I am a 40-year-old mom of a two-year-old. Just months ago, I was agonizing over the decision of whether to have another baby. As an older mom, I was losing sleep over the anxiety of being on the fence and my own biological clock ticking loudly. Well, it turns out that I had already been kicked off the fence and I didn’t even know it. So, here I am: 40 and pregnant with a surprise baby. Never (NEVER!) did I anticipate this plot twist … but here we are and we are so grateful.
Just days after revealing our big news to the world, I encountered my second (and hopefully LAST) surprise of this pregnancy. It was after 5pm on a Monday evening and I was rushing to prepare for a virtual school board meeting when my phone rang. Thinking it was odd to get a call from my OBGYN’s office after hours, I decided to answer.
“Do you have a minute?”
I could hear the concern in the nurse’s voice, so I knew this probably wasn’t going to be a fun conversation. Days earlier, I’d had a slew of early pregnancy lab work done, including the NIPT. I immediately started preparing myself for what she would say. Was my blood sugar way off? Were my hormone levels not right? Is something wrong with the baby?
Nothing could prepare me for what came next.

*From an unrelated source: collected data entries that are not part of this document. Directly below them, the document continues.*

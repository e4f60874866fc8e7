"""What places promise, in a square room whose ranges shapely knows."""

import numpy as np
import pytest
import shapely

from learnfilter.core.estimate import Mode
from learnfilter.core.grid import PoseGrid
from learnfilter.core.strip import Strip, even_strip, lay_on_ring
from learnfilter.runtime.outlook import MARGIN, MODES, SECTORS, expect, look_out, pooled, stand_ins
from learnfilter.runtime.site import RobotSite

CELL_M, SIDE, REACH_M = 0.5, 10, 4.0
GRID = PoseGrid(16, SIDE, SIDE, CELL_M, 0.0, 0.0)
STRIP = Strip(even_strip(-42.1875, 5.625, 16), 0.1, REACH_M)
LAYOUT = lay_on_ring(STRIP, 16, 4)
WALLS = shapely.box(0, 0, 5, 5).exterior
RED, BLUE = (0.8, 0.1, 0.1), (0.1, 0.1, 0.7)
STAY, AHEAD, TURN = (0.0, 0.0, 0.0), (CELL_M, 0.0, 0.0), (0.0, 0.0, np.pi / 2)


def ranges(x, y, angles):
    """[p] metres to the walls by shapely."""
    ends = np.stack([x + 20 * np.cos(angles), y + 20 * np.sin(angles)], axis=1)
    rays = shapely.linestrings([[(x, y), end] for end in ends])
    return shapely.distance(shapely.Point(x, y), shapely.intersection(rays, WALLS))


@pytest.fixture(scope="module")
def site() -> RobotSite:
    """Live but for the cells along the walls; the upper half of the compass is red, the lower blue."""
    cells = np.argwhere(np.pad(np.ones((SIDE - 2, SIDE - 2), bool), 1))
    angles = LAYOUT.ring_angles()
    range_m = np.array([ranges(GRID.x_centres()[c], GRID.y_centres()[r], angles) for r, c in cells])
    finish = np.broadcast_to((np.sin(angles) < 0).astype(np.int16), range_m.shape).copy()
    unsure = np.zeros(range_m.shape, bool)
    palette = np.array([RED, BLUE], np.float32)
    return RobotSite(GRID, LAYOUT, cells, range_m.astype(np.float32), unsure, finish, palette, None, 1)


@pytest.fixture(scope="module")
def near(site):
    index = np.full(GRID.shape[1:], -1, np.int32)
    index[tuple(site.cells.T)] = np.arange(len(site.cells))
    return stand_ins(index)


def at(row, column, heading_bin=0):
    return np.array([GRID.x_centres()[column], GRID.y_centres()[row], heading_bin * GRID.heading_step_rad])


@pytest.mark.parametrize(
    ("motion", "end"),
    [(STAY, at(4, 5, 4)), (AHEAD, at(5, 5, 4)), (TURN, at(4, 5, 8)), ((0, CELL_M, 0), at(4, 4, 4))],
)
def test_the_plan_is_seen_from_where_a_motion_ends(site, near, motion, end):
    """From (row 4, column 5) facing up: ranges by shapely at the end, 1e-5 for float32."""
    seen, _ = expect(at(4, 5, 4)[None], np.array([motion]), site, near)
    expected = ranges(*end[:2], end[2] + np.array(STRIP.bearings_rad))
    np.testing.assert_allclose(seen[0, 0], expected, rtol=0, atol=1e-5)


def test_colours_are_those_of_the_finishes(site, near):
    """Facing up all is red, facing down all is blue."""
    _, colour = expect(np.array([at(4, 4, 4), at(4, 4, 12)]), np.array([STAY]), site, near)
    np.testing.assert_allclose(colour[:, 0], np.stack([[RED] * 16, [BLUE] * 16]), rtol=1e-6)


def test_a_motion_into_a_wall_cell_shows_the_view_of_the_live_cell_beside_it(site, near):
    """From the last live column facing right; the nearest live cell is the one it came from."""
    ahead, stay = expect(at(4, SIDE - 2)[None], np.array([AHEAD, STAY]), site, near)[0][0]
    np.testing.assert_array_equal(ahead, stay)


def test_a_motion_out_of_the_site_shows_the_view_before_it(site, near):
    """Even of a motion that would have turned."""
    gone, stay = expect(at(4, 5)[None], np.array([(9.0, 0.0, 1.0), STAY]), site, near)[0][0]
    np.testing.assert_array_equal(gone, stay)


@pytest.mark.parametrize(("row", "column"), [(0, 0), (0, 5), (4, 4), (SIDE - 1, SIDE - 1), (-1, 4)])
def test_the_nearest_live_cell_stands_in(site, near, row, column):
    """By exhaustive search over the live cells."""
    away = ((site.cells - [row, column]) ** 2).sum(axis=1)
    assert away[near[row + MARGIN, column + MARGIN]] == away.min()


@pytest.mark.parametrize(("row", "column"), [(-2, 4), (4, -2), (SIDE + 1, SIDE - 1)])
def test_three_cells_from_live_ground_none_stands_in(near, row, column):
    """Two are allowed."""
    assert near[row + MARGIN, column + MARGIN] == -1


def test_an_unsure_bearing_and_an_unknown_finish_promise_nothing(site, near):
    """NaN, as where nothing came back."""
    unsure, finish = site.unsure.copy(), site.finish.copy()
    unsure[:, ::2], finish[:, ::2] = True, -1
    blind = RobotSite(GRID, LAYOUT, site.cells, site.range_m, unsure, finish, site.palette, None, 1)
    range_m, colour = expect(at(4, 4)[None], np.array([STAY]), blind, near)
    assert np.isnan(range_m).sum() == 8 and np.isnan(colour).all(axis=-1).sum() == 8


def test_a_sector_is_the_mean_of_what_is_known():
    """Two columns a sector: 1 and 3 m of 4 are half; a missing one leaves the other; 4 is the most."""
    range_m = np.tile([2.0, 2.0], SECTORS)
    range_m[:8] = 1.0, 3.0, np.nan, 1.0, np.nan, np.nan, np.inf, 9.0
    view = pooled(range_m.astype(np.float32), None, REACH_M)
    np.testing.assert_allclose(view[:SECTORS], [0.5, 0.25, 0, 1, 0.5, 0.5, 0.5, 0.5])


def test_a_colour_is_the_mean_of_what_is_known():
    """Red beside nothing is red, red beside blue their mean, nothing is black."""
    colour = np.full((16, 3), np.nan, np.float32)
    colour[0], colour[2], colour[3] = RED, RED, BLUE
    red = pooled(np.ones(16, np.float32), colour, REACH_M)[SECTORS : 2 * SECTORS]
    np.testing.assert_allclose(red, [0.8, 0.45, 0, 0, 0, 0, 0, 0], rtol=1e-6)


def glance(site, near, modes, rgb=True):
    depth = ranges(*at(4, 5)[:2], np.array(STRIP.bearings_rad)).astype(np.float32)
    colour = np.full((16, 3), 0.5, np.float32) if rgb else None
    motions, nothing = np.array([STAY, AHEAD]), np.log(len(site.cells) * 16)
    return look_out(modes, motions, site, near, depth, colour, nothing / 2, REACH_M)


def mode(pose, mass):
    return Mode(np.asarray(pose, float), mass, np.zeros((3, 3)))


def test_where_the_robot_is_it_sees_what_is_promised(site, near):
    """The range part of the view from the true mode is that of the strip; 1e-5 for float32."""
    outlook = glance(site, near, [mode(at(4, 5), 0.9)])
    np.testing.assert_allclose(outlook.view[0, 0, :SECTORS], outlook.seen[:SECTORS], rtol=0, atol=1e-5)


def test_places_are_seen_from_the_heaviest(site, near):
    """It faces up; the other lies 1 m up and 0.5 m to the right, and faces right."""
    outlook = glance(site, near, [mode(at(4, 5, 4), 0.6), mode(at(6, 6, 0), 0.3)])
    np.testing.assert_allclose(outlook.place[:2], [[0, 0, 1, 0], [1, -0.5, 0, -1]], rtol=0, atol=1e-6)


def test_rows_beyond_the_last_mode_are_dark(site, near):
    """Shares say which rows count."""
    outlook = glance(site, near, [mode(at(4, 5), 0.6), mode(at(6, 6), 0.3)])
    np.testing.assert_allclose(outlook.share, [0.6, 0.3, 0, 0, 0, 0], rtol=1e-6)
    assert outlook.view.shape == (MODES, 2, 32) and not outlook.view[2:].any()


def test_more_modes_than_rows_are_left_out(site, near):
    """The heaviest come first."""
    outlook = glance(site, near, [mode(at(4, 5), 0.2 - 0.01 * k) for k in range(9)])
    np.testing.assert_allclose(outlook.share, 0.2 - 0.01 * np.arange(MODES), rtol=1e-6)


def test_entropy_is_a_share_of_knowing_nothing(site, near):
    """Half the nats of a uniform belief were given."""
    assert glance(site, near, [mode(at(4, 5), 1.0)]).entropy == pytest.approx(0.5)


def test_a_sensor_without_colour_is_promised_none(site, near):
    """Else places would differ in what it cannot see."""
    outlook = glance(site, near, [mode(at(4, 5), 1.0)], rgb=False)
    assert not outlook.view[..., SECTORS:].any() and not outlook.seen[SECTORS:].any()
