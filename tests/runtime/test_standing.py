"""Searching, locked, lost: decided strip by strip."""

import numpy as np
import pytest

from learnfilter.core.estimate import Mode
from learnfilter.core.grid import PoseGrid
from learnfilter.runtime.standing import Standing

GRID = PoseGrid(8, 20, 20, 0.25, 0.0, 0.0)
STILL, AHEAD = np.zeros(3), np.array([1.0, 0.0, 0.0])
HERE, AHEAD_OF_HERE, AWAY = (1.125, 1.125), (2.125, 1.125), (4.125, 4.125)


def belief_at(*masses: tuple[tuple[float, float], float]) -> np.ndarray:
    """All of the mass at the centres of some cells, heading east."""
    belief = np.zeros(GRID.shape)
    for (x, y), mass in masses:
        belief[(0, *GRID.cell_of(x, y))] += mass
    return belief


def mode_at(place: tuple[float, float], mass: float) -> Mode:
    return Mode(np.array([*place, 0.0]), mass, np.zeros((3, 3)))


def after(standing: Standing, place=HERE, mass=1.0, motion=STILL, alarmed=False) -> Standing:
    """After a strip that leaves `mass` at a place, and the rest away from it."""
    rest = AWAY if place != AWAY else HERE
    belief = belief_at((place, mass), (rest, 1 - mass))
    return standing.after(mode_at(place, mass), motion, belief, GRID, alarmed)


def locked() -> Standing:
    standing = Standing()
    for _ in range(3):
        standing = after(standing)
    return standing


@pytest.mark.parametrize(
    ("masses", "expected"),
    [
        ([0.9] * 3, "locked"),
        ([0.9] * 2, "searching"),
        ([0.9, 0.9, 0.89], "searching"),
        ([0.9, 0.8, 0.9, 0.9], "searching"),
        ([0.9, 0.8, 0.9, 0.9, 0.9], "locked"),
    ],
)
def test_three_strips_running_make_a_lock(masses, expected):
    """With nine tenths of the mass near the best mode; before the first lock nothing can be lost."""
    standing = Standing()
    for mass in masses:
        standing = after(standing, mass=mass)
    assert standing.state == expected and not standing.anew


def test_a_lock_is_carried_by_the_wheels():
    """A metre ahead, and the belief is a metre ahead."""
    assert after(locked(), AHEAD_OF_HERE, motion=AHEAD).state == "locked"


@pytest.mark.parametrize(("place", "motion"), [(AWAY, STILL), (HERE, AHEAD)])
def test_a_locked_pose_that_is_given_up_is_lost(place, motion):
    """The belief leaves it, or stays behind; the search begins anew with that very strip."""
    standing = after(locked(), place, motion=motion)
    assert standing.state == "lost" and standing.anew


def test_doubt_is_not_loss():
    """Six tenths of the belief still near: neither locked nor given up."""
    standing = after(locked(), mass=0.6)
    assert standing.state == "searching" and not standing.anew


@pytest.mark.parametrize("standing", [Standing(), locked()], ids=["searching", "locked"])
def test_an_alarm_is_a_loss(standing):
    """However sure the belief is."""
    lost = after(standing, alarmed=True)
    assert lost.state == "lost" and lost.anew


def test_lost_lasts_until_the_next_lock():
    """And the search begins anew only once."""
    standing, states = after(locked(), alarmed=True), []
    for _ in range(3):
        standing = after(standing, AWAY)
        states.append((standing.state, standing.anew))
    assert states == [("lost", False), ("lost", False), ("locked", False)]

“Your HIV test came back positive.”
I instantly felt the blood drain from my head. I must be hearing things. She must be calling the wrong person. I didn’t even know that my lab work included an HIV test…how could it be positive?
The rest of that conversation is a blur. I remember the nurse trying to be reassuring. “…false positives happen…especially in pregnant women…I’ve seen this two other times…”
As I tried to listen to the nurse, I felt panic wash over me. I am a child of the 80s. I watched the stories of Ryan White and Magic Johnson unfold as a young girl. The outcomes have improved over the years, but HIV is still super scary to me and the sweet nurse’s attempts to calm me down fell flat.
If this wasn’t a mistake, this would be a life-altering diagnosis for me…and for my entire family.
With instructions to go the next day for additional RNA nucleic acid testing, I hung up the phone and burst into tears. When my husband asked me what was wrong, I couldn’t even say the words because that might make it real. After taking a few moments to gather myself, I was finally able to explain what the nurse said. And, of course, he did and said all the right things. “…I’m sure it’s a mistake…we’ll get through this together…don’t worry, sweetie…”
Later that evening, my husband and I began scouring the Internet for information and, thankfully, it was reassuring. False positive HIV tests DO happen, particularly for pregnant women who have been pregnant before.
So, if you are a pregnant woman who is reading this because you received a positive HIV test and you’re desperate for answers, here is some information that you might find reassuring.
First, it’s worth noting that routine HIV screening generally consists of two tests. The first test is one that specifically tests for HIV1/HIV2 antibodies. My results for that test came back negative.
The second test that came back “positive” is called a fourth generation HIV test. This test is looking for both HIV antibodies AND p24 antigens, which appear even before the immune system starts producing HIV antibodies. The upside? This test helps people identify the virus in the window of time between transmission and detectable HIV antibody development. The downside? It is falsely positive about 4 out of 1,000 times. And since pregnant women are a “low-risk” population who are also frequently tested (twice during pregnancy in Texas), there’s an increased chance that a false positive result will happen to a pregnant woman. Furthermore, women who’ve been pregnant before produce an antibody that is believed to increase the likelihood of a false positive result.
As I digested the research I found, my anxiety began to subside. Multiple studies said the same thing: a negative HIV antibody test and a “reactive” or “positive” fourth generation test in a low-risk person have a high likelihood of being a false positive result.
I was tested for HIV twice just two years earlier when I was pregnant with my son — both results were negative. My husband and I are in a committed, monogamous, happy relationship, so I truly couldn’t see how it would even be possible that either of us could contract anything. And, after scouring the Internet for hours, my research satisfied me that chances were high that this was a false positive result.
So, I decided not to panic … I decided to wait. Instead of the 2-3 days suggested, my follow up RNA nucleic acid test results took a full week. And it was a long, emotionally taxing week.
I tried to carry on like everything was normal while I waited. I couldn’t stop my mind from thinking through the “what ifs”, though. Even in my certainty, I had to consider the possibility that these results weren’t false. My greater concern was this: what about the women with false positive HIV test results who aren’t so certain that their results are false? This entire situation caused a tremendous amount of emotional distress, especially in the early stages of pregnancy, but I can’t even imagine what that stress would be like for those who aren’t in completely stable and trusting situations. It made me wish that I had been better informed about the test and the possibility of a false negative (no matter how minuscule the chance) before I was in the throes of a panic attack.
Luckily, I managed to keep my stress level low as I waited. One week later, I received the news I had hoped for and anticipated – my first HIV test was falsely positive. Obviously, that confirmation was a tremendous relief.
While it was slightly overshadowed by all of the HIV testing and results, I also received the lab results of my NIPT test – we are happily expecting another baby boy.